Re: "not everything in math can be described by sets”
This is probably a better example: Russel's Paradox. Does there exist a set of all sets that do not contain themselves?
I think it's a clear example of something that can't be described by standard set theory. "Set Theory", without further qualification, I think that it's safe to assume that they are talking about ZFC (or maybe Naive) set theory. Also, this is a reply to a post, so I need to make some assumptions about the audience, while keeping the post brief and coherent. I'm not trying to open up a discussion on what statements are true in every possible version of set theory, or the implication in other branches of math.
>I think it's a clear example of something that can't be described by standard set theory.
It absolutely can be described by naive set theory. You literally just did it.
It also is not a mathematical object in ZFC, there is no way to construct it.

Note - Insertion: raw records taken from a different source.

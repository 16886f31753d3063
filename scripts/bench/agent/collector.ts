import { randomBytes } from 'node:crypto'
import { createServer, type IncomingMessage, type Server } from 'node:http'
import type { AddressInfo } from 'node:net'
import { gunzipSync } from 'node:zlib'
import {
  type ControlSettings,
  type ControlState,
  type Estimate,
  evaluateOverlay,
  initialControl,
  type JoinedAgent,
  type Snapshot,
} from '@/lib/method/control'
import { PACES, type PaceName } from '@/lib/method/pace'
import type { Random } from '@/lib/method/random'
import {
  type EnrolReply,
  enrolRequestSchema,
  generateKeys,
  type ReportReply,
  reportRequestSchema,
  type SessionReply,
  sessionRequestSchema,
  signOrders,
  signPass,
  signReceipt,
  statementOf,
} from '@/lib/protocol'
import { BATCH_PATH, type BatchReply, reportBatchSchema } from './report-batch'

const PASS_SECONDS = 3_600

interface Joined {
  name: string
  key: string
  joinedAtMs: number
  last: JoinedAgent['last']
  /** Of each report: its JSON, and as it came. */
  reportBytes: { plain: number; wire: number }[]
}

export interface BenchCollectorInit {
  pace: PaceName
  settings: ControlSettings
  code: string
}

/**
 * What agents need of a collector, over HTTP and without a database: the routes, passes, signed orders, receipts and the real
 * control loop. It trusts whoever calls, as only the bench's own agents do.
 */
export class BenchCollector {
  /** By agent id. */
  readonly joined = new Map<string, Joined>()
  estimate: Estimate | null = null
  private readonly overlayId = 'overlay-bench'
  private readonly keys = generateKeys()
  private readonly tokens = new Map<string, string>()
  private readonly random: Random
  private readonly init: BenchCollectorInit
  private readonly server: Server
  private control: ControlState
  private before: Snapshot | null = null
  private orders: { proof: ReturnType<typeof signOrders>; issuedAtMs: number } | null = null
  private timer: NodeJS.Timeout | null = null

  constructor({ random }: { random: Random }, init: BenchCollectorInit) {
    this.random = random
    this.init = init
    this.control = initialControl(performance.now(), PACES[init.pace])
    this.server = createServer((request, response) => {
      this.answer(request).then(
        (reply) =>
          response
            .writeHead(200, { 'content-type': 'application/json', 'accept-encoding': 'gzip' })
            .end(JSON.stringify(reply)),
        (error: unknown) => response.writeHead(500).end(String(error)),
      )
    })
  }

  /** @returns its address */
  async start(): Promise<string> {
    await new Promise<void>((resolve) => this.server.listen(0, '127.0.0.1', resolve))
    this.evaluateLater()
    return `http://127.0.0.1:${(this.server.address() as AddressInfo).port}`
  }

  async stop(): Promise<void> {
    if (this.timer) clearTimeout(this.timer)
    this.server.closeAllConnections()
    await new Promise((resolve) => this.server.close(resolve))
  }

  find(name: string): Joined {
    const joined = [...this.joined.values()].find((one) => one.name === name)
    if (!joined) throw new Error(`${name} has not enrolled.`)
    return joined
  }

  private async answer(
    request: IncomingMessage,
  ): Promise<EnrolReply | SessionReply | ReportReply | BatchReply> {
    const chunks: Buffer[] = []
    for await (const chunk of request) chunks.push(chunk)
    const body = Buffer.concat(chunks)
    const plain = request.headers['content-encoding'] === 'gzip' ? gunzipSync(body) : body
    const content: unknown = JSON.parse(plain.toString('utf8'))
    switch (request.url) {
      case '/api/agent/enrol':
        return this.enrol(content)
      case '/api/agent/session':
        return this.session(content)
      case '/api/agent/report':
        return this.report(content, request.headers.authorization?.slice('Bearer '.length) ?? '', {
          plain: plain.length,
          wire: body.length,
        })
      case BATCH_PATH:
        return this.batch(content)
      default:
        throw new Error(`There is nothing at ${request.url}.`)
    }
  }

  private async enrol(content: unknown): Promise<EnrolReply> {
    const { name, publicKey } = enrolRequestSchema.parse(content)
    const agentId = `agent-${name}`
    const joined = {
      name,
      key: publicKey,
      joinedAtMs: performance.now(),
      last: null,
      reportBytes: [],
    }
    this.joined.set(agentId, joined)
    return {
      agentId,
      overlay: { id: this.overlayId, slug: 'bench', name: 'Bench' },
      pace: this.init.pace,
      weights: 'delivered',
      disclosure: this.init.settings.disclosure,
      overlayKey: this.keys.publicKey,
      ...(await this.passFor(agentId, joined)),
    }
  }

  private async session(content: unknown): Promise<SessionReply> {
    const { agentId } = sessionRequestSchema.parse(content)
    const token = randomBytes(16).toString('base64url')
    this.tokens.set(token, agentId)
    const now = Date.now()
    return {
      token,
      expiresAt: new Date(now + 3_600_000).toISOString(),
      serverTime: new Date(now).toISOString(),
      disclosure: this.init.settings.disclosure,
      pace: this.init.pace,
      ...(await this.passFor(agentId, this.of(agentId))),
    }
  }

  private async report(
    content: unknown,
    token: string,
    bytes: Joined['reportBytes'][number],
  ): Promise<ReportReply> {
    const { protocol, wantsReceipt, relayed: _, ...report } = reportRequestSchema.parse(content)
    const agentId = this.tokens.get(token) ?? ''
    const joined = this.of(agentId)
    joined.last = { report, receivedAtMs: performance.now() }
    joined.reportBytes.push(bytes)
    const ordersAgeMs = performance.now() - (this.orders?.issuedAtMs ?? performance.now())
    const proof = this.orders?.proof ?? null
    if (protocol < 2) return { orders: proof ? JSON.parse(proof.text) : null, ordersAgeMs }
    const statement = statementOf(agentId, report)
    const receipt = wantsReceipt ? signReceipt(this.overlayId, statement, this.keys) : undefined
    return { orders: null, signedOrders: proof, ordersAgeMs, receipt }
  }

  /** Reports of many agents, without sessions. */
  private batch(content: unknown): BatchReply {
    const receipts: BatchReply['receipts'] = []
    for (const { agentId, report: request } of reportBatchSchema.parse(content)) {
      const { protocol: _, wantsReceipt, relayed: __, ...report } = request
      this.of(agentId).last = { report, receivedAtMs: performance.now() }
      if (!wantsReceipt) continue
      const receipt = signReceipt(this.overlayId, statementOf(agentId, report), this.keys)
      receipts.push({ agentId, receipt })
    }
    const ordersAgeMs = performance.now() - (this.orders?.issuedAtMs ?? performance.now())
    return { signedOrders: this.orders?.proof ?? null, ordersAgeMs, receipts }
  }

  /** In haste as the orders say, else at the pace. */
  private evaluateLater(): void {
    this.timer = setTimeout(() => {
      this.evaluate()
      this.evaluateLater()
    }, this.control.intervalMs ?? PACES[this.init.pace].intervalMs)
  }

  private evaluate(): void {
    const now: Snapshot = {
      atMs: performance.now(),
      agents: [...this.joined].map(([agentId, { joinedAtMs, last }]) => ({ agentId, joinedAtMs, last })),
    }
    const sequence = this.control.sequence + 1
    const { control, orders, estimate } = evaluateOverlay({
      control: this.control,
      before: this.before,
      now,
      settings: this.init.settings,
      sequence,
      random: this.random,
    })
    this.before = now
    this.control = control
    this.estimate = estimate
    const proof = signOrders(this.overlayId, JSON.stringify(orders), this.keys)
    this.orders = { proof, issuedAtMs: now.atMs }
  }

  private of(agentId: string): Joined {
    const joined = this.joined.get(agentId)
    if (!joined) throw new Error(`No agent "${agentId}" has enrolled.`)
    return joined
  }

  private async passFor(agentId: string, { name, key }: Joined) {
    const issuedAt = Math.floor(Date.now() / 1000)
    const expiresAt = issuedAt + PASS_SECONDS
    const claims = { overlayId: this.overlayId, agentId, name, key, issuedAt, expiresAt }
    return {
      pass: await signPass(this.keys.privateKey, claims),
      passExpiresAt: new Date(expiresAt * 1000).toISOString(),
    }
  }
}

>I'm not trying to open up a discussion on what statements are true in every possible version of set theory, or the implication in other branches of math.

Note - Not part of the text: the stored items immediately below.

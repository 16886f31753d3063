import { z } from 'zod'

/** What the process with the neighbours is to do. */
export const wantedSchema = z.object({
  collector: z.string(),
  code: z.string(),
  count: z.number().int(),
  /** Of their names. */
  prefix: z.string(),
  /** Where they reach the measured agent. */
  measured: z.string(),
  /** Each with every other, or only with the measured agent. */
  linkedAmongThemselves: z.boolean(),
})
export type Wanted = z.infer<typeof wantedSchema>

/** What the light neighbours say of themselves every second; all but `up` since their start. */
export const lightFiguresSchema = z.object({
  up: z.number(),
  bytes: z.number(),
  messages: z.number(),
  ticks: z.number(),
})
export type LightFigures = z.infer<typeof lightFiguresSchema>
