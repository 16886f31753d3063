import { z } from 'zod'
import { endWindow } from '@/lib/data/windows'
import { route } from '@/lib/http/route'

const params = z.object({ slug: z.string(), id: z.string() })

/** Ends it, all of it; it stays on record. */
export const DELETE = route('window.change', { params }, (call, { params }) =>
  endWindow(call, params.slug, params.id),
)
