import type { Connection, Transport } from '@/agent'

export interface LinkCounts {
  /** As they cross the socket: messages with their WebSocket headers (RFC 6455 §5.2), without TCP's and the opening request. */
  bytes: number
  messages: number
}

const MASK_BYTES = 4

/** Counts what crosses the connections that are dialed. */
export function countingTransport(inner: Transport, counts: LinkCounts): Transport {
  const note = (message: Uint8Array, maskBytes: number) => {
    counts.bytes += message.length + headerBytes(message.length) + maskBytes
    counts.messages += 1
  }
  const counted = (connection: Connection): Connection => ({
    remote: connection.remote,
    get bufferedBytes() {
      return connection.bufferedBytes
    },
    attach: (listener) =>
      connection.attach({
        message(bytes) {
          note(bytes, 0)
          listener.message(bytes)
        },
        closed: (event) => listener.closed(event),
      }),
    send(bytes) {
      note(bytes, MASK_BYTES)
      connection.send(bytes)
    },
    close: (code, reason) => connection.close(code, reason),
  })
  return {
    listen: (init, onConnection) => inner.listen(init, onConnection),
    dial: async (address, signal) => {
      const result = await inner.dial(address, signal)
      return result.ok ? { ok: true, connection: counted(result.connection) } : result
    },
  }
}

function headerBytes(payload: number): number {
  if (payload < 126) return 2
  return payload < 65_536 ? 4 : 10
}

But that is the only way the statement could ever be false. In standard mathematics, founded on ZFC, every object is a set. So the only way the statement could ever be false is if you look at different foundations and broader theories.
It is an intentionally false statement stated without qualification that it should not be taken as true. It is not ignorance as the author knows what (logical) qualifications are as the statement itself starts with the qualification "All" and the statement alone is false with no preceding context. To not make it false, it could be further qualified with "Almost" at the start, or use "Most" instead of "All".
That's indeed an exaggerated claim, but it's not far from the truth. I suspect the author didn't want to introduce the concept of the class right away, which is very similar to the concept of set.
You need to read it as: "Set theory is a language through which all of math can be described."
Think of this example:
Set A is the set of all maximas and minimas of the polynomial function f(x).
Now, to populate the set you'll need to do Calculus. But it is described in the language of set theory.
There are many more examples that can be given:
Set X is a set of all non-prime integers between 2,000,000,000 and 3,000,000,000. (Number theory)
Set Y is a set of all the eigenvectors of the transformation matrix A. (Linear Algebra)
And so on.
This is just one of many ways set theory describe math. In my understanding, it makes human-to-human communique on Math much more efficient, but it is not limited to that.
If there is a new field where you can show that you can satisfy tenets of set theory, then rules of set theory applies to the new field as well.
This pattern is most profound in Linear Algebra. You use it in Deep Learning, Geometry, Equations, Non-Linear Dynamics, Quantum Computation/Physics, etc.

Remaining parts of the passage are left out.